As far as I can tell, the RC aspect of battery power fails the cheapskate test. Now, I'm not broke, but I can't get SWMBO to accept hundreds of dollars in expenses, especially after begging for years to get a $150 DCC system for my HO trains. I know there are simpler things, like critter control, but I would prefer to be able to control my train remotely - meaning not having to touch it to make it go or stop.


All that lead up to what may be a really dumb idea. Wouldn't it be possible to control a train via a signal or voltage on the rails, but supply the power from a battery? The advantage over track power would be that the engine would continue to run smoothly, although a loss of "signal" might mean a loss of control - I would have it simply keep doing whatever it was before it lost contact. Somewhere around here I have an old Lionel ZF - maybe it would make a good control, possibly even using physical or electronic E-units for reversing.


I'm sure the idea of a hybrid track & battery system will infuriate purists in both camps, but it seems to me that both have their advantages, and they could be used to compliment each other. Best of all, it seems like it could be an inexpensive way of improving on a track powered system.


----------



## Jerry McColgan (Feb 8, 2008)

Posted By DKRickman on 07 Jul 2011 08:02 PM 

I'm sure the idea of a hybrid track & battery system will infuriate purists in both camps, 



You are beyond my level of expertise but you seem to have a similar concept as the hybrid system Aristo-Craft mentions in their new Revolution brochure. The difference is that they appear to use constant track voltage to keep the battery charged but power the loco from the battery.

There are some pretty cheap battery powered RC trains (I bought some for $10 new in box) so perhaps that might be a way to go to get a cheap RC signal to the loco.

Putting the signal on the rails sounds troublesome to me because I have read where others have had problems getting the DCC or DCS signals to work well. Those problems have apparently been worked around but I wonder about a signal without power.

Then too I would not know where to start but I see nothing wrong with what you are trying to do. Sometimes the most enjoyment comes from accomplishing what everyone says is impossible.
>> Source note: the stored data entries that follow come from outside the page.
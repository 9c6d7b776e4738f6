//! The validated run: dynamics, integrator, time step, horizon, start, forces and the method, in
//! internal units, from a [`System`], its `[simulation]` settings and its analysis.
//!
//! Defaults: dynamics underdamped when a mass and a friction are known and γ/ω_b < 5, or with
//! memory friction, else overdamped; the dynamics' own integrator (BAOAB, its memory variant for
//! the generalised Langevin equation, Leimkuhler–Matthews); time step 1% of the shortest period
//! 2π/ω and at most 0.2/γ, or 2% of the shortest overdamped relaxation time kT/(D|U''|), at the
//! reactant well and the barrier; horizon 20 expected escape times, so censoring costs e^{-20} of
//! the rate.

use super::engine::{Kind, Params, Start};
use super::force::{FastForce, GridD};
use super::methods::{self, Cost, Method};
use super::settings::{Scheme, Settings, StartRule};
use super::{
    DEFAULT_BUDGET_STEPS, DEFAULT_TRAJECTORIES, DT_FRICTION, DT_PERIOD_FRACTION,
    DT_RELAXATION_FRACTION, Dynamics, HORIZON_ESCAPE_TIMES, MEMORY_NEGLIGIBLE, REFUSE_FACTOR,
    SimError, key_err,
};
use crate::landscape::Landscape;
use crate::potential::{AnyPotential, Diffusion, Potential};
use crate::system::System;
use crate::theory::TheoryReport;

/// A validated simulation plan (internal units).
#[derive(Debug, Clone)]
pub struct Plan {
    /// dynamics
    pub dynamics: Dynamics,
    /// integrator name as reported
    pub scheme: &'static str,
    /// loop parameters
    pub params: Params,
    /// ensemble size
    pub trajectories: u64,
    /// the default dt for this landscape
    pub dt_default: f64,
    /// true when the user set dt
    pub dt_given: bool,
    /// force and mobility for the loop
    pub force: FastForce,
    /// D(x) tabulated, if it varies
    pub mobility: Option<GridD>,
    /// constant D (overdamped)
    pub d_const: f64,
    /// notes and warnings for the report
    pub warnings: Vec<String>,
    /// fingerprint of everything that determines the outcomes
    pub fingerprint: u64,
    /// the method that will run
    pub method: Method,
    /// why that method
    pub method_reason: String,
    /// step budget
    pub budget_steps: f64,
    /// expected brute-force cost in steps (ensemble × expected escape time / dt)
    pub expected_brute_steps: f64,
    /// the `[simulation]` section as given
    pub settings: Settings,
    /// the scenario's time unit name ("1" reduced), for record files
    pub time_unit: String,
}
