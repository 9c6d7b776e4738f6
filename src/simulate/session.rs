//! One simulation as a command or a scan point runs it: the plan's method (brute force with
//! records, shards and resume, or a rare-event method), then the long-trajectory measurements that
//! apply (the well-to-well count when asked for, drift, diffusion and hopping on a periodic
//! landscape when they fit the step budget), gathered into one [`SimulationResult`].
//!
//! The caller builds the [`Plan`] (so that its errors come first), then calls [`run`]; an
//! [`Observer`] sees each phase as it starts and every finished brute-force trajectory (notes and
//! progress bars are the caller's). A stop request ends the run cleanly: a brute-force ensemble
//! keeps its finished trajectories (`interrupted` set), a rare-event method has no partial result
//! ([`SimError::Interrupted`]).

use super::methods::{MethodDetails, RareResult};
use super::records::RecordError;
use super::{Dynamics, periodic::PeriodicSimResult, transitions::TransitionResult};
use super::{
    Method, Plan, RunOptions, RunResult, SimError, effective_threads, open_records, periodic_rate,
    periodic_size, run_opened, run_periodic_for, run_rare, run_transitions, shard_range,
};
use crate::stats::Outcome;
use crate::system::System;
use crate::theory::TheoryReport;
use serde::Serialize;
use std::path::PathBuf;
use std::sync::atomic::AtomicBool;
use thiserror::Error;

/// The record of one simulation (JSON key "simulation"): rates and times are in the scenario's
/// units already (internal units differ from them in energies only).
#[derive(Debug, Clone, Serialize)]
pub struct SimulationResult {
    /// "brute-force" | "ffs" | "reactive-flux"
    pub method: &'static str,
    /// why this method (the auto choice and its cost estimate)
    pub method_reason: String,
    /// dynamics
    pub dynamics: Dynamics,
    /// integrator
    pub scheme: &'static str,
    /// trajectories of this run or shard (brute force, reactive flux); trials in all (FFS)
    pub trajectories: u64,
    /// finished so far (less than trajectories after an interruption)
    pub finished: u64,
    /// escaped (brute force)
    pub escaped: Option<u64>,
    /// censored at max_time (brute force)
    pub censored: Option<u64>,
    /// the simulated rate, per time unit
    pub rate: f64,
    /// its 95% interval
    pub rate_ci95: [f64; 2],
    /// how the interval was made
    pub rate_ci_method: &'static str,
    /// mean first-passage time of the escaped trajectories (brute force)
    pub mfpt: Option<f64>,
    /// its standard error
    pub mfpt_se: Option<f64>,
    /// median first-passage time
    pub median: Option<f64>,
    /// coefficient of variation of the first-passage times
    pub cv: Option<f64>,
    /// Kolmogorov–Smirnov distance to the fitted exponential
    pub ks_distance: Option<f64>,
    /// its p-value
    pub ks_p_value: Option<f64>,
    /// steps spent
    pub total_steps: u64,
    /// wall time of this invocation
    pub wall_seconds: f64,
    /// time step
    pub dt: f64,
    /// the landscape's default time step
    pub dt_default: f64,
    /// horizon (brute force)
    pub max_time: Option<f64>,
    /// master seed
    pub seed: u64,
    /// threads used
    pub threads: usize,
    /// relative interpolation error of the tabulated force (0 for closed-form families)
    pub force_rel_error: f64,
    /// expected brute-force cost in steps
    pub expected_brute_force_steps: f64,
    /// the step budget for the automatic choice
    pub budget_steps: f64,
    /// "K/N" when sharded
    pub shard: Option<String>,
    /// stopped by Ctrl-C
    pub interrupted: bool,
    /// each rare-event method's own result (JSON: `ffs`, `reactive_flux`; null unless it ran)
    #[serde(flatten)]
    pub details: MethodDetails,
    /// well-to-well transitions counted in long trajectories (simulation.well_to_well = true)
    pub well_to_well: Option<TransitionResult>,
    /// periodic landscapes: drift, effective diffusion and hopping rates from long trajectories
    pub periodic: Option<PeriodicSimResult>,
    /// warnings
    pub warnings: Vec<String>,
}

impl SimulationResult {
    fn base(plan: &Plan, wall_seconds: f64, threads: usize) -> Self {
        Self {
            method: plan.method.as_str(),
            method_reason: plan.method_reason.clone(),
            dynamics: plan.dynamics,
            scheme: plan.scheme,
            trajectories: 0,
            finished: 0,
            escaped: None,
            censored: None,
            rate: 0.0,
            rate_ci95: [0.0, f64::INFINITY],
            rate_ci_method: "",
            mfpt: None,
            mfpt_se: None,
            median: None,
            cv: None,
            ks_distance: None,
            ks_p_value: None,
            total_steps: 0,
            wall_seconds,
            dt: plan.params.dt,
            dt_default: plan.dt_default,
            max_time: None,
            seed: plan.params.seed,
            threads,
            force_rel_error: plan.force.rel_error(),
            expected_brute_force_steps: plan.expected_brute_steps,
            budget_steps: plan.budget_steps,
            shard: None,
            interrupted: false,
            details: MethodDetails::default(),
            well_to_well: None,
            periodic: None,
            warnings: plan.warnings.clone(),
        }
    }

    /// From a brute-force run.
    pub fn brute_force(plan: &Plan, run: &RunResult, shard: Option<(u64, u64)>) -> Self {
        let s = crate::stats::summarise(&run.outcomes, plan.params.dt, plan.params.max_steps);
        let mut out = Self::base(plan, run.wall_seconds, run.threads);
        out.warnings.extend(run.warnings.iter().cloned());
        out.warnings.extend(s.warnings.iter().cloned());
        if s.censored > 0 {
            out.warnings.push(
                "the rate interval is the Poisson (chi-square) interval: approximate under censoring".into(),
            );
        }
        if run.interrupted {
            out.warnings.push(format!(
                "interrupted: {} of {} trajectories finished; the numbers are those of the finished ones, biased towards short first-passage times (resume with --resume to complete the run)",
                run.outcomes.len(),
                run.expected
            ));
        }
        out.method = Method::BruteForce.as_str();
        out.trajectories = run.expected;
        out.finished = run.outcomes.len() as u64;
        out.escaped = Some(s.escaped);
        out.censored = Some(s.censored);
        out.rate = s.rate;
        out.rate_ci95 = s.rate_ci95;
        out.rate_ci_method = "chi-square (Poisson count in the total observed time)";
        out.mfpt = s.mfpt;
        out.mfpt_se = s.mfpt_se;
        out.median = s.median;
        out.cv = s.cv;
        out.ks_distance = s.ks_distance;
        out.ks_p_value = s.ks_p_value;
        out.total_steps = s.total_steps;
        out.max_time = Some(plan.max_time());
        out.shard = shard.map(|(k, n)| format!("{k}/{n}"));
        out.interrupted = run.interrupted;
        out
    }

    /// From a rare-event estimate.
    pub fn rare(plan: &Plan, r: RareResult, wall_seconds: f64, threads: usize) -> Self {
        let mut out = Self::base(plan, wall_seconds, threads);
        let s = r.summary();
        out.trajectories = s.trajectories;
        out.finished = s.trajectories;
        out.rate = s.rate;
        out.rate_ci95 = s.rate_ci95;
        out.rate_ci_method = s.rate_ci_method;
        out.total_steps = s.total_steps;
        out.warnings.extend(s.warnings);
        r.store(&mut out.details);
        out
    }
}

/// How to run a session.
#[derive(Debug, Clone, Default)]
pub struct SessionOptions {
    /// worker threads (0 = all cores; capped as [`effective_threads`], with a warning)
    pub threads: usize,
    /// run only part K (1-based) of N of a brute-force ensemble (no long-trajectory measurements)
    pub shard: Option<(u64, u64)>,
    /// append brute-force records to this file
    pub records: Option<PathBuf>,
    /// continue the run recorded in `records`
    pub resume: bool,
}

/// A phase of the session, announced as it starts.
#[derive(Debug, Clone, Copy, PartialEq, Eq)]
pub enum Phase {
    /// the brute-force ensemble of this many trajectories (this shard's), its record file open
    BruteForce {
        /// trajectories to run in this invocation's range
        trajectories: u64,
    },
    /// the plan's rare-event method
    Rare,
    /// the well-to-well count in long trajectories
    WellToWell,
    /// drift, diffusion and hopping in long trajectories (periodic landscapes)
    Periodic,
}

/// What the caller sees while a session runs (all on the calling thread).
pub trait Observer {
    /// A phase starts.
    fn phase(&mut self, _plan: &Plan, _phase: Phase) {}
    /// A brute-force trajectory finished; `done` counts the finished ones so far.
    fn finished(&mut self, _outcome: &Outcome, _done: usize) {}
}

/// No notes, no progress.
impl Observer for () {}

/// A finished (or stopped) session.
#[derive(Debug, Clone)]
pub struct SessionResult {
    /// the record of the simulation
    pub simulation: SimulationResult,
    /// brute force: every outcome of this shard (resumed ones included), by index
    pub outcomes: Vec<Outcome>,
    /// stopped before everything finished
    pub interrupted: bool,
    /// why the well-to-well count asked for did not run (it was over the budget, or the
    /// landscape has no product well); the escape results stand
    pub well_to_well_error: Option<String>,
}

/// Session problems.
#[derive(Debug, Error)]
#[non_exhaustive]
pub enum SessionError {
    /// A record file (a directory, exists, in use, mismatched, malformed, unwritable).
    #[error(transparent)]
    Records(#[from] RecordError),
    /// Records or shards asked for a method that has none.
    #[error("--records, --resume and --shard apply to brute-force runs; simulation.method is {0}")]
    NotBruteForce(&'static str),
    /// A set-up error of a method or a measurement, or a stop before a rare-event estimate was
    /// complete ([`SimError::Interrupted`]).
    #[error(transparent)]
    Sim(#[from] SimError),
}

/// Runs the simulation of `plan` for `system` (analysed as `theory`).
///
/// # Errors
/// See [`SessionError`].
pub fn run(
    plan: &Plan,
    system: &System,
    theory: &TheoryReport,
    opts: &SessionOptions,
    stop: &AtomicBool,
    observer: &mut dyn Observer,
) -> Result<SessionResult, SessionError> {
    let (threads, thread_warning) = effective_threads(opts.threads);
    let (mut simulation, outcomes, interrupted) = if plan.method == Method::BruteForce {
        let run = brute_force(plan, opts, threads, stop, observer)?;
        (
            SimulationResult::brute_force(plan, &run, opts.shard),
            run.outcomes,
            run.interrupted,
        )
    } else {
        if opts.records.is_some() || opts.shard.is_some() {
            return Err(SessionError::NotBruteForce(plan.method.as_str()));
        }
        observer.phase(plan, Phase::Rare);
        let (r, wall, threads) = run_rare(plan, system, theory, threads, stop)?;
        (
            SimulationResult::rare(plan, r, wall, threads),
            Vec::new(),
            false,
        )
    };
    simulation.warnings.extend(thread_warning);
    let mut result = SessionResult {
        simulation,
        outcomes,
        interrupted,
        well_to_well_error: None,
    };
    if opts.shard.is_some() {
        if plan.settings.well_to_well == Some(true) || theory.periodic.is_some() {
            result.simulation.warnings.push(
                "the long-trajectory measurements (well-to-well count; periodic drift, diffusion and hopping) are not split into shards: run them without --shard".into(),
            );
        }
    } else if !result.interrupted {
        long_runs(plan, system, theory, threads, stop, observer, &mut result)?;
    }
    Ok(result)
}

/// The brute-force ensemble with records, shard and resume (record-file problems come before
/// anything runs).
fn brute_force(
    plan: &Plan,
    opts: &SessionOptions,
    threads: usize,
    stop: &AtomicBool,
    observer: &mut dyn Observer,
) -> Result<RunResult, SessionError> {
    let ropts = RunOptions {
        threads,
        shard: opts.shard,
        records: opts.records.clone(),
        resume: opts.resume,
    };
    let open = open_records(plan, &ropts)?;
    let trajectories = shard_range(plan.trajectories, opts.shard).count() as u64;
    observer.phase(plan, Phase::BruteForce { trajectories });
    Ok(run_opened(plan, &ropts, open, stop, |o, n| {
        observer.finished(o, n);
    })?)
}

/// The long-trajectory measurements after the escape run: the well-to-well count (when asked
/// for; a set-up error leaves a warning) and, for periodic landscapes, drift, diffusion and
/// hopping (when the cost fits the budget, else a warning). Their steps and wall time add to the
/// record's.
fn long_runs(
    plan: &Plan,
    system: &System,
    theory: &TheoryReport,
    threads: usize,
    stop: &AtomicBool,
    observer: &mut dyn Observer,
    result: &mut SessionResult,
) -> Result<(), SessionError> {
    let out = &mut result.simulation;
    if plan.settings.well_to_well == Some(true) {
        observer.phase(plan, Phase::WellToWell);
        match run_transitions(plan, system, theory, threads, stop) {
            Ok((w, wall)) => {
                out.total_steps += w.total_steps;
                out.wall_seconds += wall;
                out.well_to_well = Some(w);
            }
            Err(SimError::Interrupted) => result.interrupted = true,
            // too long for the budget: the escape results still stand
            Err(e) => {
                out.warnings
                    .push(format!("well-to-well count not run: {e}"));
                result.well_to_well_error = Some(e.to_string());
            }
        }
    }
    let hopping = theory.periodic.as_ref().and_then(|p| p.hopping.as_ref());
    if !result.interrupted
        && let Some(h) = hopping
    {
        let rate = periodic_rate(theory).unwrap_or(h.forward + h.backward);
        let (_, _, _, steps) = periodic_size(plan, rate);
        if steps > plan.budget_steps {
            out.warnings.push(format!(
                "periodic landscape: measuring drift and diffusion would take about {steps:.2e} steps, over simulation.budget_steps = {:.2e}; raise the budget to run it",
                plan.budget_steps
            ));
        } else {
            observer.phase(plan, Phase::Periodic);
            match run_periodic_for(plan, theory, threads, stop) {
                Ok(Some((p, wall))) => {
                    out.total_steps += p.total_steps;
                    out.wall_seconds += wall;
                    out.periodic = Some(p);
                }
                Ok(None) => {}
                Err(SimError::Interrupted) => result.interrupted = true,
                Err(e) => return Err(e.into()),
            }
        }
    }
    Ok(())
}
If you infuriate purists in both camps I would think that to be a positive rather than a negative. We need to find ways to expand what we can do - not accept limitations just because they happen to be the status quo.

Jerry


----------



## East Broad Top (Dec 29, 2007)

Not sure about sending control signals over the rails, but if you're looking for inexpensive, perhaps you could combine a critter control with a traditional R/C 2-channel radio. Use the servos to turn the knob and throw a DPDT switch for direction. You may be able to get a 75mHz R/C system pretty cheap used as many R/C guys are converting over to the newer 2.4 gHz stuff. You'd have to figure out the linkage from the servo to the knob, but live steamers have been doing similar things and can probably point you in the right direction there. 

Later, 

K


----------



## fred j (Jan 12, 2011)

Posted By DKRickman on 07 Jul 2011 08:02 PM 
One of these days, I'll finish my first large scale loco. When I do, I have to power it, so I've read with interest the various discussions about Battery power vs. DCC vs. DC, etc. I tend to agree with the folks who say battery power is the way to go, right up to the point that they start talking about radio control systems. I really like the onboard power source, but I am not keen on investing in radio transmitters and receivers. I'm a cheap s.o.b. who is building an engine because he can't (or won't) spend the money to buy even a $200 loco. I like using what I already have, or can get cheaply.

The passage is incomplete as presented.